import fc from "fast-check";
import { describe, expect, it, vi } from "vitest";
import { blockAt, isSameSchedule, isSameValue, MINUTES_PER_DAY, normaliseSchedule, scheduleFault, spansOf } from "./schedule";

vi.setConfig({ testTimeout: 60_000 });

type Rate = { startMinute: number; rate: number };
const rates = (...pairs: [number, number][]): Rate[] => pairs.map(([startMinute, rate]) => ({ startMinute, rate }));
const DAY = rates([0, 5], [240, 15], [480, 10]);

const anySchedule = fc
  .tuple(fc.uniqueArray(fc.integer({ min: 1, max: 1439 }), { maxLength: 12 }), fc.array(fc.integer({ min: 0, max: 3 }), { minLength: 13, maxLength: 13 }))
  .map(([starts, values]) => rates(...[0, ...starts.toSorted((a, b) => a - b)].map((start, i): [number, number] => [start, values[i] ?? 0])));

describe("a schedule", () => {
  it.each([
    [[], 0, /at least one/],
    [rates([5, 1]), 0, /first block/],
    [rates([0, 1], [0, 2]), 1, /none twice/],
    [rates([0, 1], [300, 2], [200, 3]), 2, /one after the other/],
    [rates([0, 1], [1440, 2]), 1, /0 to 1439/],
    [rates([0, 1], [60.5, 2]), 1, /whole minute/],
    [rates([-60, 1]), 0, /0 to 1439/],
  ])("names the first block at fault in %j", (blocks, index, text) => {
    expect(scheduleFault(blocks)).toMatchObject({ index, text: expect.stringMatching(text) as string });
    expect(() => spansOf(blocks)).toThrow(expect.objectContaining({ code: "INVALID_INPUT" }));
  });

  it("has no fault when it covers the day", () => {
    expect(scheduleFault(DAY)).toBeNull();
  });

  it("has the value of the block that started last", () => {
    expect([0, 239, 240, 479, 480, 1439].map((minute) => blockAt(DAY, minute).rate)).toEqual([5, 5, 15, 15, 10, 10]);
  });

  it.each([-1, 1440, Number.NaN])("has no value at minute %s", (minute) => {
    expect(() => blockAt(DAY, minute)).toThrow(expect.objectContaining({ code: "INVALID_RANGE" }));
  });

  it("writes out both ends of every block", () => {
    expect(spansOf(DAY).map(({ fromMinute, toMinute }) => [fromMinute, toMinute])).toEqual([
      [0, 240],
      [240, 480],
      [480, 1440],
    ]);
  });

  it("drops a block that repeats the one before, and nothing else", () => {
    expect(normaliseSchedule(rates([0, 5], [60, 5], [120, 6], [180, 5]))).toEqual(rates([0, 5], [120, 6], [180, 5]));
  });

  it("is the same however it is cut, and another where one minute differs", () => {
    expect(isSameSchedule(DAY, rates([0, 5], [100, 5], [240, 15], [480, 10]))).toBe(true);
    expect(isSameSchedule(DAY, rates([0, 5], [241, 15], [480, 10]))).toBe(false);
    expect(isSameSchedule(DAY, rates([0, 5], [240, 15], [480, 11]))).toBe(false);
    expect(isSameSchedule(DAY, rates([0, 5]))).toBe(false);
  });

  it("compares values by everything but the start", () => {
    expect(isSameValue({ startMinute: 0, low: 1, high: 2 }, { startMinute: 9, low: 1, high: 2 })).toBe(true);
    expect(isSameValue({ startMinute: 0, low: 1, high: 2 }, { startMinute: 0, low: 1, high: 3 })).toBe(false);
  });

  it("covers 24 hours without a gap or overlap, cut or normalised, at the same values", () => {
    fc.assert(
      fc.property(anySchedule, fc.integer({ min: 0, max: 1439 }), (schedule, minute) => {
        for (const blocks of [schedule, normaliseSchedule(schedule)]) {
          const spans = spansOf(blocks);
          expect(spans[0]?.fromMinute).toBe(0);
          expect(spans.at(-1)?.toMinute).toBe(MINUTES_PER_DAY);
          spans.slice(1).forEach((span, i) => expect(span.fromMinute).toBe(spans[i]?.toMinute));
          expect(spans.every(({ fromMinute, toMinute }) => fromMinute < toMinute)).toBe(true);
        }
        expect(blockAt(normaliseSchedule(schedule), minute).rate).toBe(blockAt(schedule, minute).rate);
        expect(isSameSchedule(schedule, normaliseSchedule(schedule))).toBe(true);
      }),
      { numRuns: 10_000 },
    );
  });
});
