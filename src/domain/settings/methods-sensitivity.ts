import { methodTable, type Method } from "./method";

const KING_AND_ARMSTRONG = "King and Armstrong 2007, J Diabetes Sci Technol 1:42";
const PMC5478012 = "PMC5478012";

/**
 * Sensitivity factor in mg/dL for one unit: settings.md 1.6. A larger number means a
 * weaker correction. Published mmol/L forms are the same rules divided by 18.
 */
export const SENSITIVITY_METHODS: ReadonlyArray<Method> = methodTable("sensitivity", [
  ["sensitivity-1800", "1800 / TDD (100 / TDD in mmol/L)", [{ constant: 1800, over: ["totalDailyDose"] }], "adult",
    "ICMR guidelines 2022; PMC10563601; UK pump e-learning; Imperial College pump checklist", "R"],
  ["sensitivity-1960", "1960 / TDD (109 / TDD in mmol/L)", [{ constant: 1960, over: ["totalDailyDose"] }], "adult", "Walsh 2010", "S"],
  ["sensitivity-1700", "1700 / TDD (94 / TDD in mmol/L)", [{ constant: 1700, over: ["totalDailyDose"] }], "adult", "AACE; PMC10563601", "R"],
  ["sensitivity-1724", "1724 / TDD", [{ constant: 1724, over: ["totalDailyDose"] }], "adult", "Davidson 2003", "S"],
  ["sensitivity-1694", "1694 / TDD", [{ constant: 1694, over: ["totalDailyDose"] }], "adult", "Davidson 2008", "S"],
  ["sensitivity-1500", "1500 / TDD (83 / TDD in mmol/L)", [{ constant: 1500, over: ["totalDailyDose"] }], "adult", "King 2010", "S"],
  ["sensitivity-1076-plus-12", "1076 / TDD + 12", [{ constant: 1076, over: ["totalDailyDose"] }, { constant: 12 }], "adult", KING_AND_ARMSTRONG, "A"],
  ["sensitivity-4.44-ratio", "4.44 x carb ratio", [{ constant: 4.44, times: ["carbRatio"] }], "adult", KING_AND_ARMSTRONG, "A"],
  ["sensitivity-4.5-ratio", "4.5 x carb ratio", [{ constant: 4.5, times: ["carbRatio"] }], "adult", "family-practice notebook page", "R"],
  ["sensitivity-1500-regular", "1500 / TDD (83 / TDD in mmol/L)", [{ constant: 1500, over: ["totalDailyDose"] }], "regular-insulin",
    "ICMR guidelines for type 1 diabetes 2022, insulin chapter", "R"],
  ["sensitivity-113-child-morning", "113 / TDD in mmol/L (2034 in mg/dL), mornings, as measured", [{ constant: 2034, over: ["totalDailyDose"] }], "child",
    PMC5478012, "A"],
  ["sensitivity-120-child-day", "120 / TDD in mmol/L (2160 in mg/dL), rest of the day, as measured", [{ constant: 2160, over: ["totalDailyDose"] }], "child",
    PMC5478012, "A"],
]);
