import { z } from "zod";
import { MAX_BLOCKS } from "./profile-bounds";
import { MINUTES_PER_DAY, scheduleFault } from "./schedule";

export const startMinuteSchema = z
  .int()
  .min(0)
  .max(MINUTES_PER_DAY - 1);

/**
 * A list of blocks that is a schedule: at least one, the first at minute 0,
 * ascending, none twice, at most 48. The issue names the block at fault.
 */
export function scheduleSchema<B extends z.ZodType<{ startMinute: number }>>(block: B) {
  return z
    .array(block)
    .max(MAX_BLOCKS)
    .superRefine((blocks, context) => {
      const fault = scheduleFault(blocks);
      if (fault) context.addIssue({ code: "custom", path: [fault.index, "startMinute"], message: fault.text });
    });
}
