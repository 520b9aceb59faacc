import "server-only";
import { listDigestReaders } from "@/db/repositories/digests";
import { authorize } from "@/domain/access/policy";
import { isSlotDue, latestSlot } from "@/domain/digest/slot";
import type { Context } from "@/lib/context";

/** Everyone whose weekly moment has come and who has no digest for that week yet. For the job only. */
export async function dueReaders(ctx: Context): Promise<string[]> {
  authorize(ctx.actor, "digest.send");
  const nowMs = ctx.now().getTime();
  const readers = await listDigestReaders(ctx.db, ctx.now());
  return readers
    .filter((reader) => isSlotDue(latestSlot(nowMs, reader.timeZone, reader), nowMs, reader.lastIsoWeek, reader.since.getTime()))
    .map(({ userId }) => userId);
}
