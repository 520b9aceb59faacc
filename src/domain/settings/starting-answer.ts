import type { Check } from "./check-texts";
import type { Gate } from "./gate";
import type { ApiProfile } from "./profile-api-schema";
import type { Provenance } from "./provenance";

/** The same figure for both presets. The cautious one never means more insulin. */
export type Presets<T> = Readonly<{ cautious: T; standard: T }>;
export type Range = Readonly<{ low: number; high: number }>;

type Sourced = Readonly<{ id: string; label: string; source: string; provenance: Provenance }>;

/**
 * One setting: the presets (rounded to the weaker side), the exact figures they
 * came from, how far the published methods lie apart at each preset's dose, and
 * the methods themselves. With the gate closed every list is empty and every
 * figure `null`.
 */
export type Section<M> = Readonly<{
  methods: ReadonlyArray<Sourced & M>;
  cautious: number | null;
  standard: number | null;
  exact: Presets<number> | null;
  spread: Presets<Range> | null;
}>;

type TargetRange = Readonly<{ lowMgDl: number; highMgDl: number }>;
type BasalBlocks = ReadonlyArray<{ startMinute: number; unitsPerHour: number }>;

/**
 * The answer to a starting-profile request, in the shape of the HTTP interface.
 * Daily doses in U, basal in U/h, ratio in g/U, sensitivity in mg/dL for one U
 * (and in mmol/L beside it), duration in minutes.
 */
export type StartingProfileAnswer = Readonly<{
  gate: Gate;
  /** "injections" is cut down and spread out; "pump" is carried over unchanged. */
  route: "injections" | "pump";
  totalDailyDose: Readonly<{
    methods: ReadonlyArray<Sourced & { units: number }>;
    cautious: number | null;
    standard: number | null;
    spread: Range | null;
  }>;
  basal: Section<{ unitsPerDay: Presets<number>; unitsPerHour: Presets<number> }> &
    Readonly<{
      /** The other published share of the daily dose, to stand beside the preset. */
      otherShare: (Sourced & Presets<number>) | null;
      /** A published shape of the day, to stand beside the flat start. */
      otherShape: (Sourced & Presets<BasalBlocks>) | null;
    }>;
  carbRatio: Section<{ gramsPerUnit: Presets<number> }>;
  sensitivity: Section<{ mgDlPerUnit: Presets<number>; mmolPerUnit: Presets<number> }> &
    Readonly<{ mmol: Presets<number> | null }>;
  target: Readonly<{
    methods: ReadonlyArray<Sourced & TargetRange>;
    cautious: TargetRange | null;
    standard: TargetRange | null;
    source: string | null;
    provenance: Provenance | null;
  }>;
  durationOfAction: Section<{ minutes: Presets<number> }>;
  checks: ReadonlyArray<Check>;
  profile: Presets<ApiProfile> | null;
}>;

const NOTHING = { methods: [], cautious: null, standard: null, exact: null, spread: null } as const;

/** The answer while the gate is closed: why, the standing text, and not one number. */
export function answerWithoutNumbers(
  gate: Gate,
  route: StartingProfileAnswer["route"],
  checks: ReadonlyArray<Check>,
): StartingProfileAnswer {
  return {
    gate,
    route,
    totalDailyDose: { methods: [], cautious: null, standard: null, spread: null },
    basal: { ...NOTHING, otherShare: null, otherShape: null },
    carbRatio: NOTHING,
    sensitivity: { ...NOTHING, mmol: null },
    target: { methods: [], cautious: null, standard: null, source: null, provenance: null },
    durationOfAction: NOTHING,
    checks,
    profile: null,
  };
}
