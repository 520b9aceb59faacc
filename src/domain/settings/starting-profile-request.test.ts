import { describe, expect, it } from "vitest";
import { GATE_QUESTIONS } from "./gate-questions";
import { profileToApi } from "./profile-api";
import { EXAMPLE_PROFILE } from "./profile.fixture";
import { startingProfileRequestSchema } from "./starting-profile-request";
import { OPEN_GATE, REFERENCE_REQUEST } from "./starting-profile.fixture";

const REQUEST = {
  weightKg: 80,
  ageYears: 40,
  injectionsTotalDailyDoseUnits: 40,
  hypoProne: false,
  gate: Object.fromEntries(Object.keys(GATE_QUESTIONS).map((question) => [question, false])),
};

function faultPaths(request: unknown): string[] {
  const result = startingProfileRequestSchema.safeParse(request);
  return result.success ? [] : result.error.issues.map(({ path }) => path.join("."));
}

describe("a starting-profile request", () => {
  it("reads booleans as yes and no, with a step of 0.05 U, mg/dL and no review unless said", () => {
    expect(startingProfileRequestSchema.parse(REQUEST)).toEqual(REFERENCE_REQUEST);
    const { gate } = startingProfileRequestSchema.parse({ ...REQUEST, gate: { ...REQUEST.gate, steroids: true } });
    expect(gate.steroids).toBe("yes");
  });

  it("knows every question of the gate, and keeps not sure", () => {
    const gate = Object.fromEntries(Object.keys(GATE_QUESTIONS).map((question) => [question, "not-sure"]));
    expect(startingProfileRequestSchema.parse({ ...REQUEST, gate }).gate).toEqual(gate);
    expect(Object.keys(OPEN_GATE)).toEqual(Object.keys(GATE_QUESTIONS));
  });

  it.each([
    ["weightKg", { weightKg: undefined }],
    ["weightKg", { weightKg: "80" }],
    ["weightKg", { weightKg: 0 }],
    ["weightKg", { weightKg: 401 }],
    ["weightKg", { weightKg: null }],
    ["ageYears", { ageYears: -1 }],
    ["ageYears", { ageYears: undefined }],
    ["injectionsTotalDailyDoseUnits", { injectionsTotalDailyDoseUnits: -40 }],
    ["injectionsTotalDailyDoseUnits", { injectionsTotalDailyDoseUnits: 0 }],
    ["injectionsTotalDailyDoseUnits", { injectionsTotalDailyDoseUnits: undefined }],
    ["hypoProne", { hypoProne: undefined }],
    ["hypoProne", { hypoProne: "no" }],
    ["insulinStepUnits", { insulinStepUnits: 0 }],
    ["insulinStepUnits", { insulinStepUnits: 0.0125 }],
    ["insulinStepUnits", { insulinStepUnits: 1 }],
    ["gate", { gate: undefined }],
    ["gate.steroids", { gate: { ...REQUEST.gate, steroids: "maybe" } }],
    ["gate.steroids", { gate: { ...REQUEST.gate, steroids: 0 } }],
    ["glucoseUnit", { glucoseUnit: "mg" }],
    ["forReview", { forReview: "yes" }],
    ["largestRecentBolusUnits", { largestRecentBolusUnits: 0 }],
  ])("names %s when the request has %j", (field, parts) => {
    expect(faultPaths({ ...REQUEST, ...parts })).toEqual([field]);
  });

  it("takes injections or a pump, and not both", () => {
    const pump = { ...profileToApi(EXAMPLE_PROFILE), totalDailyDoseUnits: 36 };
    expect(faultPaths({ ...REQUEST, injectionsTotalDailyDoseUnits: undefined, pump })).toEqual([]);
    expect(faultPaths({ ...REQUEST, injectionsTotalDailyDoseUnits: null, pump })).toEqual([]);
    expect(faultPaths({ ...REQUEST, pump: null })).toEqual([]);
    expect(faultPaths({ ...REQUEST, pump })).toEqual(["injectionsTotalDailyDoseUnits"]);
  });

  it("names the field of a pump's profile", () => {
    const pump = { ...profileToApi(EXAMPLE_PROFILE), totalDailyDoseUnits: 36, basal: [] };
    expect(faultPaths({ ...REQUEST, injectionsTotalDailyDoseUnits: undefined, pump })).toEqual([
      "pump.basal.0.startMinute",
    ]);
  });
});
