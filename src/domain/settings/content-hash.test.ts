import { createHash } from "node:crypto";
import { describe, expect, it } from "vitest";
import { canonicalProfileText } from "./content-hash";
import type { SettingsProfile } from "./profile";
import { EXAMPLE_PROFILE, exampleProfile } from "./profile.fixture";

const hash = (profile: SettingsProfile) => createHash("sha256").update(canonicalProfileText(profile)).digest("hex");

/** The same value with the keys of every object in the opposite order. */
function turned(value: unknown): unknown {
  if (Array.isArray(value)) return value.map(turned);
  if (value === null || typeof value !== "object") return value;
  return Object.fromEntries(
    Object.entries(value)
      .toReversed()
      .map(([key, member]) => [key, turned(member)]),
  );
}

describe("the one text of a profile", () => {
  it("sorts its keys and leaves no space", () => {
    const small = exampleProfile({
      basal: [{ startMinute: 0, milliUnitsPerHour: 500 }],
      carbRatio: [{ startMinute: 0, milligramsPerUnit: 17_000 }],
      features: [{ label: 'a "b"', kind: "switch", value: false }],
    });
    expect(canonicalProfileText(small)).toBe(
      '{"basal":[{"milliUnitsPerHour":500,"startMinute":0}],' +
        '"carbRatio":[{"milligramsPerUnit":17000,"startMinute":0}],' +
        '"durationOfActionMinutes":240,' +
        '"features":[{"kind":"switch","label":"a \\"b\\"","value":false}],' +
        '"limits":{"maxBasalMilliUnitsPerHour":1200,"maxBolusMilliUnits":8000,"maxInsulinOnBoardMilliUnits":null},' +
        '"sensitivity":[{"microMgDlPerUnit":60000000,"startMinute":0}],' +
        '"target":[{"highMgDl":130,"lowMgDl":120,"startMinute":0}]}',
    );
  });

  it("does not depend on the order of keys, nor on a way through JSON", () => {
    const other = turned(EXAMPLE_PROFILE) as SettingsProfile;
    expect(Object.keys(other)).not.toEqual(Object.keys(EXAMPLE_PROFILE));
    expect(hash(other)).toBe(hash(EXAMPLE_PROFILE));
    expect(hash(JSON.parse(JSON.stringify(EXAMPLE_PROFILE)) as SettingsProfile)).toBe(hash(EXAMPLE_PROFILE));
  });

  it.each([
    { durationOfActionMinutes: 241 },
    { basal: [{ startMinute: 0, milliUnitsPerHour: 501 }] },
    { sensitivity: [{ startMinute: 0, microMgDlPerUnit: 60_000_001 }] },
    { features: EXAMPLE_PROFILE.features.toReversed() },
    { features: [] },
  ])("is another text after %j", (parts) => {
    expect(hash(exampleProfile(parts))).not.toBe(hash(EXAMPLE_PROFILE));
  });
});
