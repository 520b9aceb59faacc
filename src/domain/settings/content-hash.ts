import type { SettingsProfile } from "./profile";

type Json = null | boolean | number | string | Json[] | { [key: string]: Json };

function canonical(value: Json): string {
  if (Array.isArray(value)) return `[${value.map(canonical).join(",")}]`;
  if (value !== null && typeof value === "object") {
    const members = Object.entries(value)
      .toSorted(([a], [b]) => (a < b ? -1 : a > b ? 1 : 0))
      .map(([key, member]) => `${JSON.stringify(key)}:${canonical(member)}`);
    return `{${members.join(",")}}`;
  }
  return JSON.stringify(value);
}

/**
 * The one text of a profile: JSON with sorted keys and no spaces. Its SHA-256 is
 * the content hash that an approval binds; the hash itself is taken outside the
 * domain. Equal profiles give equal text however their keys were ordered; the
 * order of blocks and features counts.
 */
export function canonicalProfileText(profile: SettingsProfile): string {
  return canonical(profile);
}
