import { mgDlToMmol, type GlucoseUnit } from "@/domain/units";
import { clockText } from "./clock-text";
import type { ProfileDifference, SettingChange } from "./difference";
import { sensitivityIn } from "./sensitivity-unit";

/** A rate with two decimals, or three where the device's step needs them: a rate is never shown rounded. */
const rate = (milliUnitsPerHour: number) => (milliUnitsPerHour / 1000).toFixed(milliUnitsPerHour % 10 === 0 ? 2 : 3);

const trimmed = (value: number, places: number) => String(Number(value.toFixed(places)));

/** A stored setting value as people write it, with its unit. */
export function settingValueText(change: Pick<SettingChange, "field" | "family">, value: SettingChange["oldValue"], unit: GlucoseUnit): string {
  if (value === null) return "not set";
  if (typeof value !== "number") return typeof value === "boolean" ? (value ? "on" : "off") : value;
  switch (change.field) {
    case "milliUnitsPerHour":
    case "maxBasalMilliUnitsPerHour":
      return `${rate(value)} U/h`;
    case "milligramsPerUnit":
      return `${trimmed(value / 1000, 3)} g/U`;
    case "microMgDlPerUnit":
      return `${trimmed(sensitivityIn(value, unit), unit === "mg/dL" ? 0 : 1)} ${unit} per U`;
    case "lowMgDl":
    case "highMgDl":
      return `${unit === "mg/dL" ? value : mgDlToMmol(value).toFixed(1)} ${unit}`;
    case "durationOfActionMinutes":
      return `${trimmed(value / 60, 2)} h`;
    case "maxBolusMilliUnits":
    case "maxInsulinOnBoardMilliUnits":
      return `${trimmed(value / 1000, 3)} U`;
    default:
      return String(value);
  }
}

const NAME: Readonly<Record<string, string>> = {
  milliUnitsPerHour: "Basal",
  milligramsPerUnit: "Carb ratio",
  microMgDlPerUnit: "Sensitivity factor",
  lowMgDl: "Target, lower end",
  highMgDl: "Target, upper end",
  durationOfActionMinutes: "Duration of action",
  maxBasalMilliUnitsPerHour: "Largest basal rate",
  maxBolusMilliUnits: "Largest bolus",
  maxInsulinOnBoardMilliUnits: "Largest insulin on board",
};

/** One change in a line: "Basal 00:00–04:00: 0.50 U/h → 0.55 U/h (10% stronger)". */
export function changeText(change: SettingChange, unit: GlucoseUnit): string {
  const name = change.label ?? NAME[change.field] ?? change.field;
  const isWholeDay = change.fromMinute === 0 && change.toMinute === 1440;
  const part = isWholeDay ? "" : ` ${clockText(change.fromMinute)}–${clockText(change.toMinute)}`;
  const step = change.stepPercent === null ? "" : `${Math.round(change.stepPercent)}% `;
  const way = change.direction === "neutral" ? (step ? `(${step.trim()})` : "") : `(${step}${change.direction})`;
  const values = `${settingValueText(change, change.oldValue, unit)} → ${settingValueText(change, change.newValue, unit)}`;
  return `${name}${part}: ${values}${way ? ` ${way}` : ""}`;
}

/** All changes, a line each; empty when nothing differs. */
export function differenceLines(difference: ProfileDifference, unit: GlucoseUnit): string[] {
  return difference.changes.map((change) => changeText(change, unit));
}
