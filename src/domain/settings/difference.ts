import { directionOf, SETTING_FAMILIES, type Direction, type SettingFamily } from "./family";
import type { SettingsProfile } from "./profile";
import type { Feature } from "./profile-features";
import { blockAt, MINUTES_PER_DAY, type Schedule } from "./schedule";

/** The number that changed, by its stored name, which ends in its unit. */
export type SettingField =
  | "milliUnitsPerHour"
  | "milligramsPerUnit"
  | "microMgDlPerUnit"
  | "lowMgDl"
  | "highMgDl"
  | "durationOfActionMinutes"
  | keyof SettingsProfile["limits"]
  | "feature";

export type SettingValue = Feature["value"] | null;

/** One setting, one part of the day, old and new. The whole day is 0 to 1440. */
export type SettingChange = Readonly<{
  family: SettingFamily;
  field: SettingField;
  /** The person's own label of a feature, otherwise `null`. */
  label: string | null;
  fromMinute: number;
  toMinute: number;
  oldValue: SettingValue;
  newValue: SettingValue;
  /** Size of the step against the old value, always positive; `null` where there is no number to compare with. */
  stepPercent: number | null;
  direction: Direction;
}>;

/** What differs between two profiles; `families` are those touched, in their fixed order. */
export type ProfileDifference = Readonly<{
  changes: ReadonlyArray<SettingChange>;
  families: ReadonlyArray<SettingFamily>;
}>;

type Place = Pick<SettingChange, "family" | "field" | "label" | "fromMinute" | "toMinute">;

function changeOf(place: Place, oldValue: SettingValue, newValue: SettingValue): SettingChange[] {
  if (oldValue === newValue) return [];
  const isNumeric = typeof oldValue === "number" && typeof newValue === "number";
  const stepPercent = isNumeric && oldValue !== 0 ? (Math.abs(newValue - oldValue) * 100) / Math.abs(oldValue) : null;
  const asNumber = (value: SettingValue) => (typeof value === "number" ? value : null);
  const direction = directionOf(place.family, asNumber(oldValue), asNumber(newValue));
  return [{ ...place, oldValue, newValue, stepPercent, direction }];
}

/** Neighbouring parts of the day with the same old and new value are one change. */
function joined(changes: SettingChange[]): SettingChange[] {
  return changes.reduce<SettingChange[]>((list, change) => {
    const last = list.at(-1);
    const continues =
      last?.toMinute === change.fromMinute && last.oldValue === change.oldValue && last.newValue === change.newValue;
    return last && continues ? [...list.slice(0, -1), { ...last, toMinute: change.toMinute }] : [...list, change];
  }, []);
}

function scheduleChanges<Field extends SettingField, B extends { startMinute: number } & Record<Field, number>>(
  family: SettingFamily,
  field: Field,
  before: Schedule<B>,
  after: Schedule<B>,
): SettingChange[] {
  const cuts = [...new Set([...before, ...after].map((block) => block.startMinute))].toSorted((a, b) => a - b);
  const changes = cuts.flatMap((fromMinute, index) => {
    const place = { family, field, label: null, fromMinute, toMinute: cuts[index + 1] ?? MINUTES_PER_DAY };
    return changeOf(place, blockAt(before, fromMinute)[field], blockAt(after, fromMinute)[field]);
  });
  return joined(changes);
}

const WHOLE_DAY = { fromMinute: 0, toMinute: MINUTES_PER_DAY } as const;

function featureChanges(before: ReadonlyArray<Feature>, after: ReadonlyArray<Feature>): SettingChange[] {
  const labels = new Set([...before, ...after].map((feature) => feature.label));
  const valueIn = (features: ReadonlyArray<Feature>, label: string) =>
    features.find((feature) => feature.label === label)?.value ?? null;
  return [...labels].flatMap((label) =>
    changeOf({ family: "features", field: "feature", label, ...WHOLE_DAY }, valueIn(before, label), valueIn(after, label)),
  );
}

/**
 * What changed from one profile to another: by family, by part of the day, old
 * and new, size of the step, and whether it means more or less insulin. Cutting
 * a block in two without changing a value is no difference.
 *
 * @throws {AppError} INVALID_INPUT when a schedule of either profile leaves a gap
 */
export function profileDifference(before: SettingsProfile, after: SettingsProfile): ProfileDifference {
  const limit = (field: keyof SettingsProfile["limits"]) =>
    changeOf({ family: "limits", field, label: null, ...WHOLE_DAY }, before.limits[field], after.limits[field]);
  const changes = [
    ...scheduleChanges("basal", "milliUnitsPerHour", before.basal, after.basal),
    ...scheduleChanges("carbRatio", "milligramsPerUnit", before.carbRatio, after.carbRatio),
    ...scheduleChanges("sensitivity", "microMgDlPerUnit", before.sensitivity, after.sensitivity),
    ...scheduleChanges("target", "lowMgDl", before.target, after.target),
    ...scheduleChanges("target", "highMgDl", before.target, after.target),
    ...changeOf(
      { family: "durationOfAction", field: "durationOfActionMinutes", label: null, ...WHOLE_DAY },
      before.durationOfActionMinutes,
      after.durationOfActionMinutes,
    ),
    ...limit("maxBasalMilliUnitsPerHour"),
    ...limit("maxBolusMilliUnits"),
    ...limit("maxInsulinOnBoardMilliUnits"),
    ...featureChanges(before.features, after.features),
  ];
  const families = SETTING_FAMILIES.filter((family) => changes.some((change) => change.family === family));
  return { changes, families };
}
━━━━━━
- **Task objective**:
Check each line of the material for the word "otherShare". Copy the ones that have it.

- **Finished task**:
      otherShare: (Sourced & Presets<number>) | null;
    basal: { ...NOTHING, otherShare: null, otherShape: null },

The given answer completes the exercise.